2.2 - Annotating a Regulatory Sequence without any gene information TOP
The 'reg_seq' element can also be embedded in a 'marker' element if the gene regulated by the sequence is not defined yet. The marker can be a gene but then it is just used for location purpose and not to infer any role for the sequence on this gene.

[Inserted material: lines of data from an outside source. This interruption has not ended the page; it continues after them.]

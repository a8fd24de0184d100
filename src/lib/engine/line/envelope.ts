/** A line under many sets of climbers: what the worst of them does. The line itself is hung once. */
import { marginOf } from './as-built';
import { topOf, type Line, type PointMass } from './line';
import { hangForSurvey, survey, type Extremes } from './survey';

export type Moment = Extremes & { margin: number | undefined };

/**
 * @param limitStress σ_al/FS, Pa
 * @param moments the climbers on the line at each moment, besides its own point masses
 */
export function envelope(
	line: Line,
	limitStress: number,
	moments: readonly (readonly PointMass[])[]
): Moment[] {
	const hanging = hangForSurvey(line);
	return moments.map((climbers) => {
		const found = survey(line, hanging, limitStress, climbers);
		return { ...found, margin: marginOf(limitStress, found.stress) };
	});
}

/** One climber at `count` radii, equally spaced, both ends among them. */
export function climberGrid(
	line: Line,
	mass: number,
	{ from = line.pieces[0]!.from, to = topOf(line), count }: Grid
): PointMass[][] {
	return Array.from({ length: count }, (_, i) => {
		const radius = i === count - 1 ? to : from + (i * (to - from)) / (count - 1);
		return [{ radius, mass }];
	});
}

export type Grid = { from?: number | undefined; to?: number | undefined; count: number };

/** The place in the list of the least figure; null where there is none. The first of equal ones. */
export function leastOf<T>(list: readonly T[], figure: (item: T) => number | undefined) {
	let found: number | null = null;
	let least = Infinity;
	list.forEach((item, i) => {
		const value = figure(item);
		if (value !== undefined && value < least) [found, least] = [i, value];
	});
	return found as number | null;
}
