/**
 * A line as built: its field, its section over the radius in smooth pieces, the point masses on it and
 * the counterweight at its top. ρ and A are as deployed, under load; radii are from the body's centre.
 */
import { group, list, quantity, variant, type ValuesOf } from '../methods/parameter';
import { Refused, refuseInput } from '../methods/refused';
import { AREA, DENSITY, MASS, PRESSURE } from '../quantities/dimension';
import type { Field } from './field';
import { constantPiece, linearPiece, taperPiece, type Piece } from './piece';
import { givenRadius } from './parameters';
import { fieldOf, site } from './site';

export type { Piece };

export type PointMass = { radius: number; mass: number };

export type Line = {
	field: Field;
	/** kg/m³ */
	density: number;
	/** From the anchor to the top without a gap. */
	pieces: readonly Piece[];
	/** Upwards; one at the anchor counts above the base tension. */
	masses: readonly PointMass[];
	/** kg, at the top */
	counterweight: number;
};

export const topOf = ({ pieces }: Line): number => pieces.at(-1)!.to;

const sectionAt = (label: string) =>
	quantity({ label, symbol: 'A', dimension: AREA, unit: 'mm^2', range: { above: 0 } });

/** What describes a line whose section is known; shared by all methods that look at one. */
export const lineInputs = {
	site,
	density: quantity({
		label: 'density',
		symbol: 'ρ',
		dimension: DENSITY,
		unit: 'kg/m^3',
		range: { above: 0 }
	}),
	section: variant({
		label: 'section over the radius',
		cases: {
			taper: {
				label: 'constant-stress taper',
				fields: {
					baseArea: sectionAt('section at the anchor'),
					designStress: quantity({
						label: 'design stress of the taper',
						symbol: 'σ_d',
						dimension: PRESSURE,
						unit: 'GPa',
						range: { above: 0 }
					}),
					top: givenRadius('radius of the top, from the body’s centre', 'r_t')
				}
			},
			stepped: {
				label: 'sections of constant area',
				fields: {
					baseRadius: {
						...givenRadius('radius of the anchor; the body’s own where left out'),
						optional: true
					},
					sections: list({
						label: 'sections upwards from the anchor',
						fewest: 1,
						most: 20_000,
						of: group({
							label: 'section',
							fields: { to: givenRadius('radius of its upper end'), area: sectionAt('area') }
						})
					})
				}
			},
			table: {
				label: 'table, linear between rows',
				fields: {
					rows: list({
						label: 'rows upwards from the anchor',
						fewest: 2,
						most: 20_000,
						of: group({
							label: 'row',
							fields: { radius: givenRadius('radius'), area: sectionAt('area') }
						})
					})
				}
			}
		}
	}),
	masses: list({
		label: 'point masses on the line: climbers, joints, stations',
		fewest: 0,
		most: 20_000,
		of: group({
			label: 'point mass',
			fields: {
				radius: givenRadius('radius'),
				mass: quantity({
					label: 'mass',
					symbol: 'm',
					dimension: MASS,
					unit: 't',
					range: { least: 0 }
				})
			}
		})
	}),
	counterweight: quantity({
		label: 'counterweight',
		symbol: 'm_c',
		dimension: MASS,
		unit: 't',
		range: { least: 0 }
	})
} as const;

export type LineInput = ValuesOf<typeof lineInputs>;

/** @throws Refused where rows do not ascend, a mass lies off the line or no line can stand there. */
export function lineOf(input: LineInput): Line {
	const field = fieldOf(input.site);
	const pieces = piecesOf(field, input);
	const top = pieces.at(-1)!.to;
	if (top >= field.limit) refuseInput('section', 'The line reaches the centre of the primary.');
	const masses = [...input.masses].sort((a, b) => a.radius - b.radius);
	input.masses.forEach(({ radius }, i) => {
		if (radius < pieces[0]!.from || radius > top)
			refuseInput(`masses.${i}.radius`, `Point mass ${i + 1} does not lie on the line.`);
	});
	return { field, density: input.density, pieces, masses, counterweight: input.counterweight };
}

function piecesOf(field: Field, { section, density }: LineInput): Piece[] {
	switch (section.kind) {
		case 'taper': {
			const { baseArea, designStress, top } = section;
			if (top <= field.base) refuseInput('section.top', 'The top lies below the anchor.');
			const shape = shapeOf(field, density / designStress, baseArea, top);
			const edges = [field.base, ...(top > field.balance ? [field.balance] : []), top];
			return edges.slice(1).map((to, i) => taperPiece(field, shape, edges[i]!, to));
		}
		case 'stepped': {
			const radii = [section.baseRadius ?? field.base, ...section.sections.map(({ to }) => to)];
			ascending(radii, (i) => `section.sections.${i - 1}.to`);
			return section.sections.map(({ to, area }, i) => constantPiece(field, radii[i]!, to, area));
		}
		case 'table': {
			const { rows } = section;
			ascending(
				rows.map(({ radius }) => radius),
				(i) => `section.rows.${i}.radius`
			);
			const points = rows.map(({ radius, area }) => [radius, area] as const);
			return points.slice(1).map((point, i) => linearPiece(field, points[i]!, point));
		}
	}
}

/** @throws Refused where a section of the taper cannot be told as a number. */
function shapeOf(field: Field, k: number, baseArea: number, top: number) {
	const lnPeak = Math.log(baseArea) + k * field.depth(field.base);
	const lnTop = lnPeak - k * field.depth(top);
	const told = 300 * Math.LN10;
	if (!(lnPeak < told))
		throw new Refused('Beyond any build: the section at the balance radius is above 1e300 m².', {
			code: 'beyond-any-build',
			remedy: 'A stronger or lighter material, or another body, brings it down.'
		});
	if (!(lnTop > -told))
		throw new Refused('The section at the top is below 1e-300 m²: no line is left there.', {
			remedy: 'Set the top lower.'
		});
	return { k, peakArea: Math.exp(lnPeak) };
}

function ascending(radii: readonly number[], path: (i: number) => string): void {
	radii.forEach((radius, i) => {
		if (i > 0 && !(radius > radii[i - 1]!))
			refuseInput(path(i), `Radius ${i + 1} does not lie above the one before it.`);
	});
}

    <marker db_accn="ENSG00000133256" description="PDE6B" pazar_id="ma_0001">
      <db_source db_name="EnsEMBL" assembly="37_35j"/>
         <reg_seq pazar_id="rs_0001" quality="tested" sequence="ATTTGTAGGAGTGAGTCAGCTGACCCGC">
          <coordinate begin="609283" end="609310" length="28" strand="+">
            <location band="p16.3" chr="4" species="Homo sapiens">
              <db_source db_name="EnsEMBL" assembly="37_35j"/>
            </location>
          </coordinate>
        </reg_seq>
    </marker>

Replace the red values with your own information.
The pazar IDs are internal IDs that will not be stored. They can be anything as long as they are unique throughout the file.

2.3 - Annotating a Transcription Factor TOP
A transcription factor is described in multiple steps.
First, at the gene level: The 'tf' element is embedded in both 'transcript' and 'gene_source' elements. Multiple 'transcript' elements can be used to describe multiple isoforms of a gene.
Then, at the protein level: The 'funct_tf' element captures the functional protein information with as many 'tf_unit' elements as there are proteins in the complex (1 for monomers, 2 for dimers,...). The tf_id calls a pazar_id from a 'tf' element.

    <gene_source db_accn="ENSG00000129535" description="NRL" pazar_id="gs_0002">
      <db_source db_name="EnsEMBL" assembly="37_35j"/>
      <transcript db_accn="ENST00000250471" pazar_id="tr_0002">
        <db_source db_name="EnsEMBL" assembly="37_35j"/>
        <tf class="bZIP" family="MAF" pazar_id="tf_0001"/>
      </transcript>
    </gene_source>
    <funct_tf funct_tf_name="NRL" pazar_id="fu_0001">
      <tf_unit pazar_id="tu_0001" tf_id="tf_0001"/>
    </funct_tf>

Replace the red values with your own information.
The pazar IDs are internal IDs that will not be stored. They can be anything as long as they are unique throughout the file.


2.4 - Annotating an Artificial Sequence TOP
The 'construct' element can be used to describe any sequence without specific genomic coordinates (e.g. a synthesized oligonucleotide representing a consensus binding site).

    <construct construct_name="FN-13A" description="random oligo" sequence="gggtgagtcagcg" pazar_id="co_0001"/>
    <
Replace the red values with your own information.
The pazar IDs are internal IDs that will not be stored. They can be anything as long as they are unique throughout the file.